El ghetto era parte de la cadena de terror y destrucción de la política nazi. Dentro de los muros del ghetto, de acuerdo a la documentación recuperada, a los testimonios de los sobrevivientes, y la difusión que se expandía fuera del mismo, desde los primeros pasos del aislamiento, se iniciaron también caminos de resistencia.

Bajo el lema vivir con dignidad y morir con dignidad, y con una ajustada organización social, se trató de dar cabida a las múltiples necesidades de sus habitantes. Así funcionaba una biblioteca central, consultorios médicos, un instituto clandestino, un círculo dramático, se organizaban recitales poéticos, conciertos; obras de teatro y exposiciones de arte.

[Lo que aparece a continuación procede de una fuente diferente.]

@njit(cache=True, error_model="numpy")
def compute_forms(md, q, forms, fsc):
    """Linear forms (node voltage, supply current, ...) and scalars of the present regime."""
    sigma = 1.0 if md[M_SIGMA] >= 0 else -1.0
    g, rb, vdrop, sens, rsn = connection(md[M_LEG_A], md[M_LEG_B], sigma, q)
    open_line = md[M_OPEN] == 1 or md[M_MELTED] == 1 or md[M_BMS] == 1
    rsrc = q[Q_RS] + (q[Q_PRE_R] if md[M_PRE] == 1 else 0.0)
    ls = q[Q_LS]
    esr = q[Q_ESR]
    gbr = 1.0 / q[Q_BRAKE_R] if md[M_BRAKE] == 1 else 0.0
    forms[:, :] = 0.0
    if q[Q_BAT] > 0.5:
        forms[F_VSRC, S_SOC] = q[Q_BAT_B]
        forms[F_VSRC, S_ONE] = q[Q_BAT_A]
    else:
        forms[F_VSRC, S_VS] = 1.0
    gs = 0.0 if (open_line or ls > 0.0) else 1.0 / rsrc
    if esr == 0.0:
        forms[F_VN, S_VC] = 1.0
    else:
        ge = 1.0 / esr
        if ls == 0.0:
            den = gs + ge + gbr
            for j in range(N_A):
                forms[F_VN, j] = gs * forms[F_VSRC, j] / den
        else:
            den = ge + gbr
            if not open_line:
                forms[F_VN, S_IS] = 1.0 / den
        forms[F_VN, S_VC] += ge / den
        forms[F_VN, S_I] -= g / den
    if ls > 0.0:
        if not open_line:
            forms[F_IS, S_IS] = 1.0
    else:
        for j in range(N_A):
            forms[F_IS, j] = gs * (forms[F_VSRC, j] - forms[F_VN, j])
    if esr > 0.0:
        for j in range(N_A):
            forms[F_ICAP, j] = forms[F_VN, j] / esr
        forms[F_ICAP, S_VC] -= 1.0 / esr
    else:
        for j in range(N_A):
            forms[F_ICAP, j] = forms[F_IS, j] - gbr * forms[F_VN, j]
        forms[F_ICAP, S_I] -= g
    gp, rbp, vdp, sp, _ = connection(md[M_LEG_A], md[M_LEG_B], 1.0, q)
    gn, rbn, vdn, sn, _ = connection(md[M_LEG_A], md[M_LEG_B], -1.0, q)
    for j in range(N_A):
        forms[F_DPLUS, j] = gp * forms[F_VN, j]
        forms[F_DMINUS, j] = gn * forms[F_VN, j]
    forms[F_DPLUS, S_W] -= q[Q_K]
    forms[F_DMINUS, S_W] -= q[Q_K]
    # the brushes: a drop of V_b each against the current, in series with the bridge's drops
    vbr = 2.0 * q[Q_VBRUSH]
    forms[F_DPLUS, S_ONE] -= vdp + vbr
    forms[F_DMINUS, S_ONE] -= vdn - vbr
    fsc[C_G] = g
    fsc[C_RB] = rb
    fsc[C_VDROP] = vdrop
    fsc[C_VBRUSH] = vbr * sigma
    fsc[C_GBR] = gbr
    fsc[C_SENS] = 1.0 if (sens or vbr > 0.0) else 0.0
    fsc[C_RSRC] = rsrc
    fsc[C_RSN] = rsn
    fsc[C_SGAIN] = g if q[Q_SENSE_BUS] > 0.5 else 1.0
    _guard_rows(md, q, forms, fsc)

La vida cultural incluía periódicos clandestinos, que eran editados en polaco, en hebreo y en yidish. Se realizaban asimismo, ceremonias religiosas, tanto en lugares abiertos como en las casas de los rabinos; llamativamente había una iglesia construida para los judíos convertidos al catolicismo; se distribuían noticias del frente, había un receptor de radio; a pesar de todos los obstáculos se celebraban fiestas obreras, los comités de inmuebles ubicaban a los que llegaban según las urgencias, pero también construían refugios y planificaban la compra de armas. Se construían pasadizos y subterráneos secretos, se colocaban minas, etc. Es de destacar la labor de archivo de la documentación de los que vivieron en el ghetto, encontrándose numerosos ensayos, trabajos escolares, colecciones de arte, recetas, entradas de teatro, periódicos clandestinos, cartas, diarios personales, etc. Esta documentación fue escondida en tres partes distintas de las que se recuperaron dos.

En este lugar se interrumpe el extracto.